60th Annual Report on Research 2015

1.  Size control in rhombohedral hematite nanoparticles. 

Figure 1. Electron microscopy images of rhombohedral hematite nanoparticles with average sizes of A) 35 nm, B) 50 nm, C) 100 nm, and D) 120 nm with the self-assembled arrays shown.

Rhombohedral hematite nanoparticles with particle sizes from ca. 30 nm to 200 nm were prepared (Figure 1). In several consecutive iterations of the synthesis, nanoparticles size dispersity was improved from ca. 15-20% to 5-10% in standard deviation of the size. Polydispersity index (PDI) measured with the Zetasizer is in the range of 0.025 to 0.035. Synthesised hematite particles with low size dispersity show self-assembly (Figure 1D), which can be advantageous for preparation of porous oxide materials and photonic materials based on colloidal photonic crystals.

In addition to electron microscopy, shown in Figure 1, hematite nanoparticles were characterized by XRD (with the pure hematite phase confirmed), Zetasizer to estimate the size, size dispersity and charge in solution, and UV-vis spectroscopy. The next stage in this project is to work on accessing hematite seeds of smaller sizes than current 30 nm and to prepare larger nanoparticles by their seeded regrowth.

2.  2-D morphologies of iron oxides and oxyhydroxides.

Figure 2. Electron microscopy images of the sheet morphologies of iron oxyhydroxides A) transmission electron microscopy image; B) scanning electron microscopy image.

Sheet-like 2-D morphologies of iron oxyhydroxides were prepared by controlled hydrolysis of iron precursors in combination with degradable organic complexing agents, such as formic and oxalic acid and paraformaldehyde. The thickness of the obtained oxide layers are under 2 nm, which gives very large surface area advantageous for many applications, especially degradation and removal of the pollutants. The average sheet size of several samples (such as shown in Figure 2) is remarkably constant. The polydispersity index (PDI) of the colloidal dispersions of these sheets measured with the Zetasizer is 0.062, which is a very low value for such anisotropic particles. We are currently further exploring this system, especially their conversion to hematite with the preservation of the morphology.

3.  Iron oxide nanoparticles with high porosity.

Figure 3. Transmission electron microscopy images of the porous iron oxide nanoparticles A) ellipsoids of ca. 60 nm by 120 nm; B) particles of ca. 30 nm by 60 nm in size.

Since high porosity and large surface area are advantageous for many applications of oxide nanoparticles, we have explored the preparation of porous nanoparticles of iron oxide using controlled hydrolysis in combination with removable organic ligands.
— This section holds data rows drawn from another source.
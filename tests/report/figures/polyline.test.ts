import fc from 'fast-check';
import { expect, it } from 'vitest';
import { type Point, clipped, filled, thinned } from '../../../src/report/figures/polyline.js';

const box = { x: 10, y: 20, width: 100, height: 50 };
const place = fc.integer({ min: -200, max: 300 });
const points: fc.Arbitrary<Point[]> = fc.array(fc.tuple(place, place), { minLength: 2, maxLength: 12 });

const isInside = ([x, y]: Point): boolean =>
  x >= box.x - 1e-6 && x <= box.x + box.width + 1e-6 && y >= box.y - 1e-6 && y <= box.y + box.height + 1e-6;

it.each<[string, Point[], Point[][]]>([
  [
    'inside',
    [
      [20, 30],
      [50, 60],
    ],
    [
      [
        [20, 30],
        [50, 60],
      ],
    ],
  ],
  [
    'through',
    [
      [-40, 40],
      [160, 40],
    ],
    [
      [
        [10, 40],
        [110, 40],
      ],
    ],
  ],
  [
    'beside',
    [
      [0, 0],
      [200, 0],
    ],
    [],
  ],
  [
    'out and in again',
    [
      [20, 30],
      [20, 0],
      [40, 0],
      [40, 30],
    ],
    [
      [
        [20, 30],
        [20, 20],
      ],
      [
        [40, 20],
        [40, 30],
      ],
    ],
  ],
  [
    'round a corner inside',
    [
      [20, 30],
      [30, 30],
      [30, 40],
    ],
    [
      [
        [20, 30],
        [30, 30],
        [30, 40],
      ],
    ],
  ],
])('a line %s is cut at the edge of the plot', (_, given, expected) => {
  expect(clipped(given, box)).toEqual(expected);
});

it('what is left of any line lies inside, and all of the inside is left', () => {
  fc.assert(
    fc.property(points, (given) => {
      const parts = clipped(given, box);
      expect(parts.flat().every(isInside)).toBe(true);
      const length = (lines: readonly (readonly Point[])[]) =>
        lines.flatMap((line) =>
          line.slice(1).map((b, i) => Math.hypot(b[0] - line[i]![0], b[1] - line[i]![1])),
        );
      const sum = (lengths: number[]) => lengths.reduce((total, each) => total + each, 0);
      // an independent measure: how many of many points along the line lie inside
      const steps = filled(given, 0.5);
      const inside = steps.slice(1).filter((b, i) => isInside(b) && isInside(steps[i]!));
      const whole = sum(length([steps])) / Math.max(1, steps.length - 1);
      expect(Math.abs(sum(length(parts)) - inside.length * whole)).toBeLessThan(
        0.02 * sum(length([given])) + 6 * given.length,
      );
    }),
  );
});

it('filling leaves no wide step, thinning no narrow one, both keep the ends', () => {
  fc.assert(
    fc.property(points, (given) => {
      const steps = (line: readonly Point[]) =>
        line.slice(1).map((b, i) => Math.hypot(b[0] - line[i]![0], b[1] - line[i]![1]));
      const dense = filled(given, 3);
      expect(Math.max(...steps(dense))).toBeLessThanOrEqual(3 + 1e-9);
      expect([dense[0], dense.at(-1)]).toEqual([given[0], given.at(-1)]);
      const sparse = thinned(given, 5);
      expect([sparse[0], sparse.at(-1)]).toEqual([given[0], given.at(-1)]);
      for (const step of steps(sparse).slice(0, -1)) expect(step).toBeGreaterThanOrEqual(5);
    }),
  );
});
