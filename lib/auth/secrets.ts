import { createHash, randomBytes } from 'node:crypto';

/** A fresh secret of 256 bits for a link or a token, in base64url. */
export function makeSecret(): string {
  return randomBytes(32).toString('base64url');
}

/** What is stored of a secret: its SHA-256. The secret itself has too much entropy to need a slow hash. */
export function hashSecret(secret: string): string {
  return createHash('sha256').update(secret).digest('hex');
}
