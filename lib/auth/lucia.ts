import 'server-only';
import { DrizzlePostgreSQLAdapter } from '@lucia-auth/adapter-drizzle';
import { Lucia, TimeSpan } from 'lucia';
import { database } from '@/db/client';
import { sessions, users } from '@/db/schema';

function build() {
  return new Lucia(new DrizzlePostgreSQLAdapter(database(), sessions, users), {
    sessionExpiresIn: new TimeSpan(30, 'd'),
    sessionCookie: {
      name: 'underfall_session',
      expires: false, // a page render cannot renew a cookie; the row decides when a session ends
      attributes: { secure: process.env.COOKIE_SECURE !== '0', sameSite: 'lax', path: '/' },
    },
    getUserAttributes: ({ name, email, units }) => ({ name, email, units }),
    getSessionAttributes: ({ practiceId, publicId }) => ({ practiceId, publicId }),
  });
}

let instance: ReturnType<typeof build> | undefined;

function lucia(): ReturnType<typeof build> {
  instance ??= build();
  return instance;
}

declare module 'lucia' {
  interface Register {
    Lucia: ReturnType<typeof build>;
    DatabaseUserAttributes: { name: string; email: string; units: 'si' | 'us' };
    DatabaseSessionAttributes: { practiceId: string; publicId: string; userAgent: string; address: string };
  }
}

/** A session as the rest of the product knows it. */
export interface SignInSession {
  readonly id: string;
  readonly publicId: string;
  readonly userId: string;
  readonly practiceId: string;
  readonly name: string;
  readonly email: string;
  readonly units: 'si' | 'us';
}

export interface CookieToSet {
  readonly name: string;
  readonly value: string;
  readonly attributes: {
    secure?: boolean;
    httpOnly?: boolean;
    sameSite?: 'lax' | 'strict' | 'none';
    path?: string;
  };
}

export function sessionCookieName(): string {
  return lucia().sessionCookieName;
}

/** Opens a session for a person in a practice. */
export async function openSession(
  userId: string,
  attributes: { practiceId: string; userAgent: string; address: string },
): Promise<CookieToSet> {
  const session = await lucia().createSession(userId, { ...attributes, publicId: crypto.randomUUID() });
  return lucia().createSessionCookie(session.id) as CookieToSet;
}

/** Reads a session by the cookie's value; null once it has ended. */
export async function readSession(id: string): Promise<SignInSession | null> {
  const { session, user } = await lucia().validateSession(id);
  if (!session) return null;
  const { practiceId, publicId } = session;
  return {
    id: session.id,
    publicId,
    userId: user.id,
    practiceId,
    name: user.name,
    email: user.email,
    units: user.units,
  };
}

export async function closeSession(id: string): Promise<void> {
  await lucia().invalidateSession(id);
}

export async function closeAllSessions(userId: string): Promise<void> {
  await lucia().invalidateUserSessions(userId);
}

export function blankCookie(): CookieToSet {
  return lucia().createBlankSessionCookie() as CookieToSet;
}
Several successful syntheses have achieved smaller particles (ca. 5-10 nm) as a constituent of larger particles of ca. 50-100 nm in size (Figure 3). 50-100 nm is a target size for convenient colloidal deposition of functional monolayers tested previously in this project. The characteristic egg-like shape of these nanoparticles (Figure 3) is inherited from spindle morphologies of akaganeite. The next step in this direction is assuring complete conversion to hematite with the preservation of the porosity.

Figure 4. Optical photographs of iron oxide and oxyhydroxide nanoparticle dispersions A) hematite samples representative of images shown in Figure 1; B) oxyhydroxide samples representative of images shown in Figure 2; B) samples of porous iron oxide shown in Figure 3. 
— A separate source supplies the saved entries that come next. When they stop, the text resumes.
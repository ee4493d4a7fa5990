import type { ReactNode } from 'react';
import { TopLine } from '@/components/layout/top-line';
import { requireActor } from '@/lib/server/session';
import { signOut } from '../(auth)/actions';

export default async function WorkspaceLayout({ children }: { children: ReactNode }) {
  const { name, email, practiceName, role } = await requireActor();
  return (
    <div className="flex min-h-dvh flex-col">
      <a
        href="#main"
        className="sr-only z-50 border border-ink bg-paper p-2 focus:not-sr-only focus:absolute focus:top-1 focus:left-1"
      >
        Skip to the matter
      </a>
      <TopLine actor={{ name, email, practiceName, role }} signOut={signOut} />
      <main id="main" tabIndex={-1} className="grow outline-none">
        {children}
      </main>
    </div>
  );
}
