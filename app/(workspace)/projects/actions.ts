'use server';

import { revalidatePath } from 'next/cache';
import { appointmentForm, projectForm, renameProjectForm } from '@/lib/domain/forms';
import { paths } from '@/lib/paths';
import { defineAction } from '@/lib/server/define-action';
import * as projects from '@/lib/server/projects';

export const createProject = defineAction(projectForm, async ({ input, actor }) => {
  const { id } = await projects.createProject(actor, input);
  revalidatePath(paths.projects());
  return { id };
});

export const renameProject = defineAction(renameProjectForm, async ({ input, actor }) => {
  await projects.renameProject(actor, input);
  revalidatePath(paths.project(input.projectId));
});

export const appoint = defineAction(appointmentForm, async ({ input, actor }) => {
  await projects.appoint(actor, input);
  revalidatePath(paths.project(input.projectId));
});

export const removeAppointment = defineAction(appointmentForm, async ({ input, actor }) => {
  await projects.removeAppointment(actor, input);
  revalidatePath(paths.project(input.projectId));
});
Optical photographs of the prepared nanoparticle samples are shown in Figure 4. Figure 4A presents several hematite samples of different size. The 2-D morphologies of the iron oxyhydroxide are yellow dispersions in Figure 4B. Porous iron oxide nanoparticles are displayed in Figure 4C; these samples are predominantly hematite, as evidenced from the colour of nanoparticle dispersions.

In terms of applications, we will be seeking collaborations in development of iron and manganese oxide as anode materials for water splitting and photoelectrochemical degradation of pollutants in wastewater. Currently, in collaboration with Dr. Scott Smith (Wilfrid Laurier University, joined MSc student Farah Ateeq), we have obtained promising preliminary results on degradation and removal of organophosphorous compounds. We have tested series of manganese and iron oxide nanoparticles with hydrogen peroxide as an oxidant. We found several systems where reasonably small amount of hydrogen peroxide (0.05 M) can be used successfully and that have broad action against all classes of organophosphorous pollutants. This work is now continued with the transfer of the successful removal systems for the treatment of real wastewater samples. 
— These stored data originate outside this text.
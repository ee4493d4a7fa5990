// Signing in. The rest of the product knows these names and no library behind them.
export {
  blankCookie,
  closeAllSessions,
  closeSession,
  type CookieToSet,
  openSession,
  readSession,
  sessionCookieName,
} from './lucia';
export { hashPassword, verifyNobody, verifyPassword } from './password';
export { hashSecret, makeSecret } from './secrets';
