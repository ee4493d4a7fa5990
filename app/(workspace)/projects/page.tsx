import type { Metadata } from 'next';
import Link from 'next/link';
import { PageFrame, PageHead } from '@/components/layout/page-frame';
import { buttonClass } from '@/components/ui/button';
import { paths } from '@/lib/paths';
import { listProjects } from '@/lib/server/projects';
import { requireActor } from '@/lib/server/session';
import { ProjectTable } from './_components/project-table';

export const metadata: Metadata = { title: 'Projects' };

export default async function ProjectsPage() {
  const actor = await requireActor();
  const projects = await listProjects(actor);
  const isClient = actor.role === 'client';
  return (
    <PageFrame>
      <PageHead
        title="Projects"
        over={actor.practiceName}
        actions={
          !isClient && (
            <Link href={paths.newProject()} className={buttonClass('solid')}>
              New project
            </Link>
          )
        }
      />
      {projects.length > 0 ? (
        <ProjectTable projects={projects} />
      ) : (
        <p className="max-w-[60ch] text-secondary">
          {isClient
            ? 'You are not on a project yet. The practice names you on one when there is something for you to read.'
            : 'No projects yet. A project is a job with a number; its sections, people and records stand under it.'}
        </p>
      )}
    </PageFrame>
  );
}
Overall, the project in its duration achieved preparation of several classes of photoelectrochemically active oxides, starting with ruthenia and iridium oxide and subsequently manganese and iron oxides. Colloidal preparation for different morphologies of oxide nanoparticles has been successfully developed with size and shape selection, including thin 2-D layers and porous particles advantageous for applications. Nanocomposites of metal oxide with metals (e.g. Au&MnO₂) have been prepared. Photoelectrochemical properties were extensively tested and applications in degradation of pollutants were successfully initiated.